▸ **Your objective**:
Your answer should be the lines of the material that include the word "vessels".

START Record set

"""Is this line in the book already, does it contradict what is there, or does it take its place?

Two lines speak of the same thing when site, parameter, time, sample and statistic agree. The same value again adds
nothing, even where the earlier record has been corrected since: bringing in an old file must not undo a correction.
"""

from __future__ import annotations

import datetime as dt
from collections import defaultdict
from collections.abc import Iterable, Sequence
from dataclasses import dataclass
from decimal import Decimal

from plant.intake import lines
from plant.ledger.models import Book
from plant.readings import marks, models

Key = tuple[str, str, dt.datetime, bool, str, str]
ADDED, SAME, CONFLICT, CORRECTED = "added", "same again", "conflict", "corrected"
_BATCH = 400


@dataclass
class Recorded:
    """What the book, or an earlier line of the same entry, has of a key. ``pk`` is None until the entry is written."""

    pk: int | None
    parameter: str
    state: str
    text: str
    qualifier: str
    unit: str
    typed: str
    typed_unit: str
    in_force: bool


class NotYetWritten(Exception):
    """A correction of a line of the same entry: that entry has to be written first."""


class Recall:
    """What the book holds at the times of some lines, brought up to date line by line."""

    def __init__(self, book: Book, readings: Iterable[models.Reading], *, looking: bool = False) -> None:
        """``looking`` True: nothing will be written, so a line may correct an earlier one of the same file."""
        self._looking = looking
        self._pending: list[tuple[Recorded, models.Reading]] = []
        self._by: dict[Key, list[Recorded]] = defaultdict(list)
        self._samples: dict[tuple[str, dt.datetime, str], list[models.Reading | Recorded]] = defaultdict(list)
        times = sorted({reading.taken_at for reading in readings})
        for first in range(0, len(times), _BATCH):
            self._load(book, times[first : first + _BATCH])

    def place(self, taken: lines.Taken) -> str:
        """What becomes of a line; marks or links its reading accordingly. Raises NotYetWritten."""
        new = taken.reading
        there = self._by[key_of(new)]
        if any(_same(known, new) for known in there):
            return SAME
        rivals = [known for known in there if known.in_force]
        outcome = ADDED
        if taken.replaces and rivals:
            replaced = rivals.pop()
            if replaced.pk is None and not self._looking:
                raise NotYetWritten
            new.supersedes_id = replaced.pk
            new.reason = new.note
            replaced.in_force = False
            outcome = CORRECTED
        if new.value_text and any(known.text for known in rivals):
            new.marks = [*new.marks, marks.CONFLICT]
            outcome = CONFLICT if outcome == ADDED else outcome
        self._doubt_ph(new)
        recorded = _recorded(None, new)
        there.append(recorded)
        self._pending.append((recorded, new))
        return outcome

    def written(self) -> None:
        """The lines placed so far are in the book: later ones may correct them."""
        for recorded, row in self._pending:
            recorded.pk = row.pk
        self._pending = []

    def _load(self, book: Book, times: Sequence[dt.datetime]) -> None:
        rows = list(
            models.Reading.objects.filter(book=book, taken_at__in=times, voided=False)
            .order_by("seq", "line")
            .only(
                "site",
                "parameter",
                "taken_at",
                "date_only",
                "sample",
                "statistic",
                "state",
                "value_text",
                "qualifier",
                "unit",
                "typed",
                "typed_unit",
            )
        )
        gone: set[int] = set()
        for first in range(0, len(rows), _BATCH):
            ids = [row.pk for row in rows[first : first + _BATCH]]
            gone.update(models.Reading.objects.filter(supersedes__in=ids).values_list("supersedes_id", flat=True))
        for row in rows:
            recorded = _recorded(row.pk, row)
            recorded.in_force = row.pk not in gone
            self._by[key_of(row)].append(recorded)
            if recorded.in_force and row.statistic == lines.STATISTICS[0]:
                self._samples[row.site, row.taken_at, row.sample].append(recorded)

    def _doubt_ph(self, new: models.Reading) -> None:
        """Marks a pH that equals a chlorine of the same sample; a chlorine only where it can hardly be one."""
        if not new.value_text or new.qualifier or new.statistic != lines.STATISTICS[0]:
            return
        others = self._samples[new.site, new.taken_at, new.sample]
        if new.parameter == "pH" or new.parameter in lines.CHLORINES:
            for other in others:
                if {new.parameter, other.parameter} & {"pH"} and {new.parameter, other.parameter} & set(lines.CHLORINES):
                    _doubt_pair(new, other)
            others.append(new)


def key_of(reading: models.Reading) -> Key:
    """What makes two readings speak of the same thing."""
    return (reading.site, reading.parameter, reading.taken_at, reading.date_only, reading.sample, reading.statistic)


def _recorded(pk: int | None, row: models.Reading) -> Recorded:
    return Recorded(
        pk, row.parameter, row.state, row.value_text, row.qualifier, row.unit, row.typed, row.typed_unit, in_force=True
    )


def _same(known: Recorded, new: models.Reading) -> bool:
    if known.state != new.state:
        return False
    if new.value_text:
        return known.qualifier == new.qualifier and known.unit == new.unit and Decimal(known.text) == Decimal(new.value_text)
    return known.typed.casefold() == new.typed.casefold()


def _doubt_pair(new: models.Reading, other: models.Reading | Recorded) -> None:
    text = other.value_text if isinstance(other, models.Reading) else other.text
    if not text or other.qualifier or Decimal(text) != Decimal(new.value_text):
        return
    for one in (new, other):
        # A row that is in the book keeps its marks; the one that comes now carries the doubt for both.
        if isinstance(one, models.Reading) and one._state.adding and (one.parameter == "pH" or Decimal(text) > 5):
            _mark(one)
    if isinstance(other, Recorded):
        _mark(new)


def _mark(reading: models.Reading) -> None:
    if marks.PH_IS_CHLORINE not in reading.marks:
        reading.marks = [*reading.marks, marks.PH_IS_CHLORINE]
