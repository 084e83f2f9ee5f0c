"""What the design dose asks of each feeder at the present flow, for the tablet to reckon with while it has no network.

litres of product per m³ of water = design dose / (active mass per mass of product x density): mass balance, common practice,
no source. A feeder is taken to deliver in proportion to its setting between two draw-downs (common practice, no source).
Advice to the operator in charge; the works' own procedure and a fresh draw-down come first.
"""

from __future__ import annotations

import datetime as dt
from typing import Any

from chemistry import errors, units
from plant.dosing import products
from plant.ledger.models import Book
from plant.readings import queries as readings
from plant.readings.queries import Point
from plant.works import described
from plant.works.stated import NotStated, Stated

LOOK_BACK = dt.timedelta(days=60)
BESIDE = dt.timedelta(hours=2)
"""A setting read this near a draw-down was the one it was drawn at."""


def feeding(book: Book, stated: Stated, now: dt.datetime) -> dict[str, Any]:
    """Per dosing point L and kg per m³ at design dose, mL/min per % of setting; per meter the flow; per vessel the heel."""
    points = stated.dosing_points(now)
    codes = {point.code for point in points}
    fed = readings.points(book, start=now - LOOK_BACK, end=now, sites=codes or {"-"}, parameters={"drawdown", "feeder_setting"})
    meters = {point.meter for point in points}
    return {
        "points": {
            point.code: found
            for point in points
            if (found := _point(stated, now, point, [one for one in fed if one.site == point.code]))
        },
        "meters": {code: found for code in meters if (found := _meter(book, stated, now, code))},
        "heels": {
            vessel.code: {"L": vessel.heel_L, "kg": vessel.heel_kg, "role": vessel.role} for vessel in stated.vessels(now)
        },
    }


def _point(stated: Stated, now: dt.datetime, point: described.DosingPoint, fed: list[Point]) -> dict[str, Any] | None:
    dose = stated.design_dose_mg_l(point.code, now)
    if dose is None or stated.state("dosing_point", point.code, now) != "in_service":
        return None
    try:
        product = stated.product(point.product, now)
        active = products.active_kg(product, 1.0, products.fraction(product))
    except (NotStated, errors.ChemistryError):
        return None
    kg_per_m3 = dose / 1000 / active if active > 0 else None
    if kg_per_m3 is None:
        return None
    density = product.density_kg_per_L
    return {
        "meter": point.meter,
        "vessels": list(point.vessels),
        "design_mg_l": dose,
        "kg_per_m3": kg_per_m3,
        "l_per_m3": kg_per_m3 / density if density else None,
        "ml_min_per_pct": _slope(fed),
    }


def _slope(fed: list[Point]) -> float | None:
    """mL/min for each % of setting, by the newest draw-down with a setting beside it."""
    settings = [one for one in fed if one.parameter == "feeder_setting" and one.usable and one.value and one.unit == "%"]
    for drawn in reversed([one for one in fed if one.parameter == "drawdown" and one.usable and one.value]):
        beside = [one for one in settings if abs(one.at - drawn.at) <= BESIDE]
        if beside:
            nearest = min(beside, key=lambda one: abs(one.at - drawn.at))
            return float(drawn.value) / float(nearest.value)  # type: ignore[arg-type]
    return None


def _meter(book: Book, stated: Stated, now: dt.datetime, code: str) -> dict[str, Any] | None:
    """The meter's unit in m³, and the mean flow between its two newest readings in m³/h; None for a meter of product."""
    try:
        meter = stated.meter(code, now)
        if units.kind_of(meter.unit) != "volume":
            return None
        to_m3 = float(units.volume_l(1.0, meter.unit)) / 1000
    except (NotStated, errors.ChemistryError):
        return None
    seen = [
        one
        for one in readings.points(book, start=now - LOOK_BACK, end=now, sites={code}, parameters={"totaliser"})
        if one.usable and one.value is not None
    ][-2:]
    flow = None
    if len(seen) == 2:
        hours = (seen[1].at - seen[0].at).total_seconds() / 3600
        passed = float(seen[1].value) - float(seen[0].value)  # type: ignore[arg-type]
        flow = passed * to_m3 / hours if hours > 0 and passed > 0 else None
    return {"to_m3": to_m3, "flow_m3_h": flow}
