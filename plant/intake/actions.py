"""Everything observed comes into the book through here: one use case, one Entry; safe first, judged after.

First transaction: the entry, its rows, and the note that their days are to be judged. Second: the judging. A rule that
fails can't make the server refuse a fact; its note stays for the next sweep.
"""

from __future__ import annotations

import datetime as dt
from collections.abc import Sequence
from dataclasses import dataclass
from typing import Any

from django.db import transaction

from plant.intake import judging
from plant.ledger import actions as ledger
from plant.ledger.models import Book, Entry, Row
from plant.works import queries as works

MOST_DAYS_AT_ONCE = 5
"""More days than this are left to the worker, so that nothing slow runs inside a request."""


@dataclass(frozen=True)
class Taken:
    """What came of it. ``findings`` are the deviations newly raised; ``judged`` is False while that is still to come."""

    entry: Entry
    created: bool
    findings: tuple[Any, ...] = ()
    judged: bool = True
    rows: tuple[Row, ...] = ()
    days: tuple[dt.date, ...] = ()


def take(
    *,
    book: Book,
    client_id: str,
    kind: str,
    received: Any,
    rows: Sequence[Row],
    by: Any,
    now: dt.datetime,
    device: str = "",
    attested: str = "session",
    judge: bool = True,
) -> Taken:
    """Appends rows as one entry and judges the days they touch.

    Sending the same again (client id and ``received``) is recognised and adds nothing. With ``judge`` False only the note
    is left; a caller with many entries (a file) judges once at the end. Raises ledger.ContentDiffers.
    """
    with transaction.atomic():
        appended = ledger.append(
            book=book,
            client_id=client_id,
            kind=kind,
            received=received,
            rows=rows,
            by=by,
            now=now,
            device=device,
            attested=attested,
        )
        key = note_key(appended.entry)
        days: list[dt.date] = []
        if appended.created:
            calendar = works.stated(book).calendar(now)
            days = judging.touched(rows, calendar, now)
            judging.note(book=book, key=key, days=days, now=now)
    if not appended.created:
        return Taken(appended.entry, created=False)
    if not judge or len(days) > MOST_DAYS_AT_ONCE:
        return Taken(appended.entry, True, (), not days, appended.rows, tuple(days))
    findings, judged = judging.at_once(book=book, key=key, days=days, by=by, now=appended.entry.recorded_at)
    return Taken(appended.entry, True, tuple(findings), judged, appended.rows, tuple(days))


def note_key(entry: Entry) -> str:
    """What the waiting judgement of an entry is called."""
    return f"{entry.book_id} entry {entry.seq}"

END Record set

▸ **Reply**:
            vessel.code: {"L": vessel.heel_L, "kg": vessel.heel_kg, "role": vessel.role} for vessel in stated.vessels(now)
        "vessels": list(point.vessels),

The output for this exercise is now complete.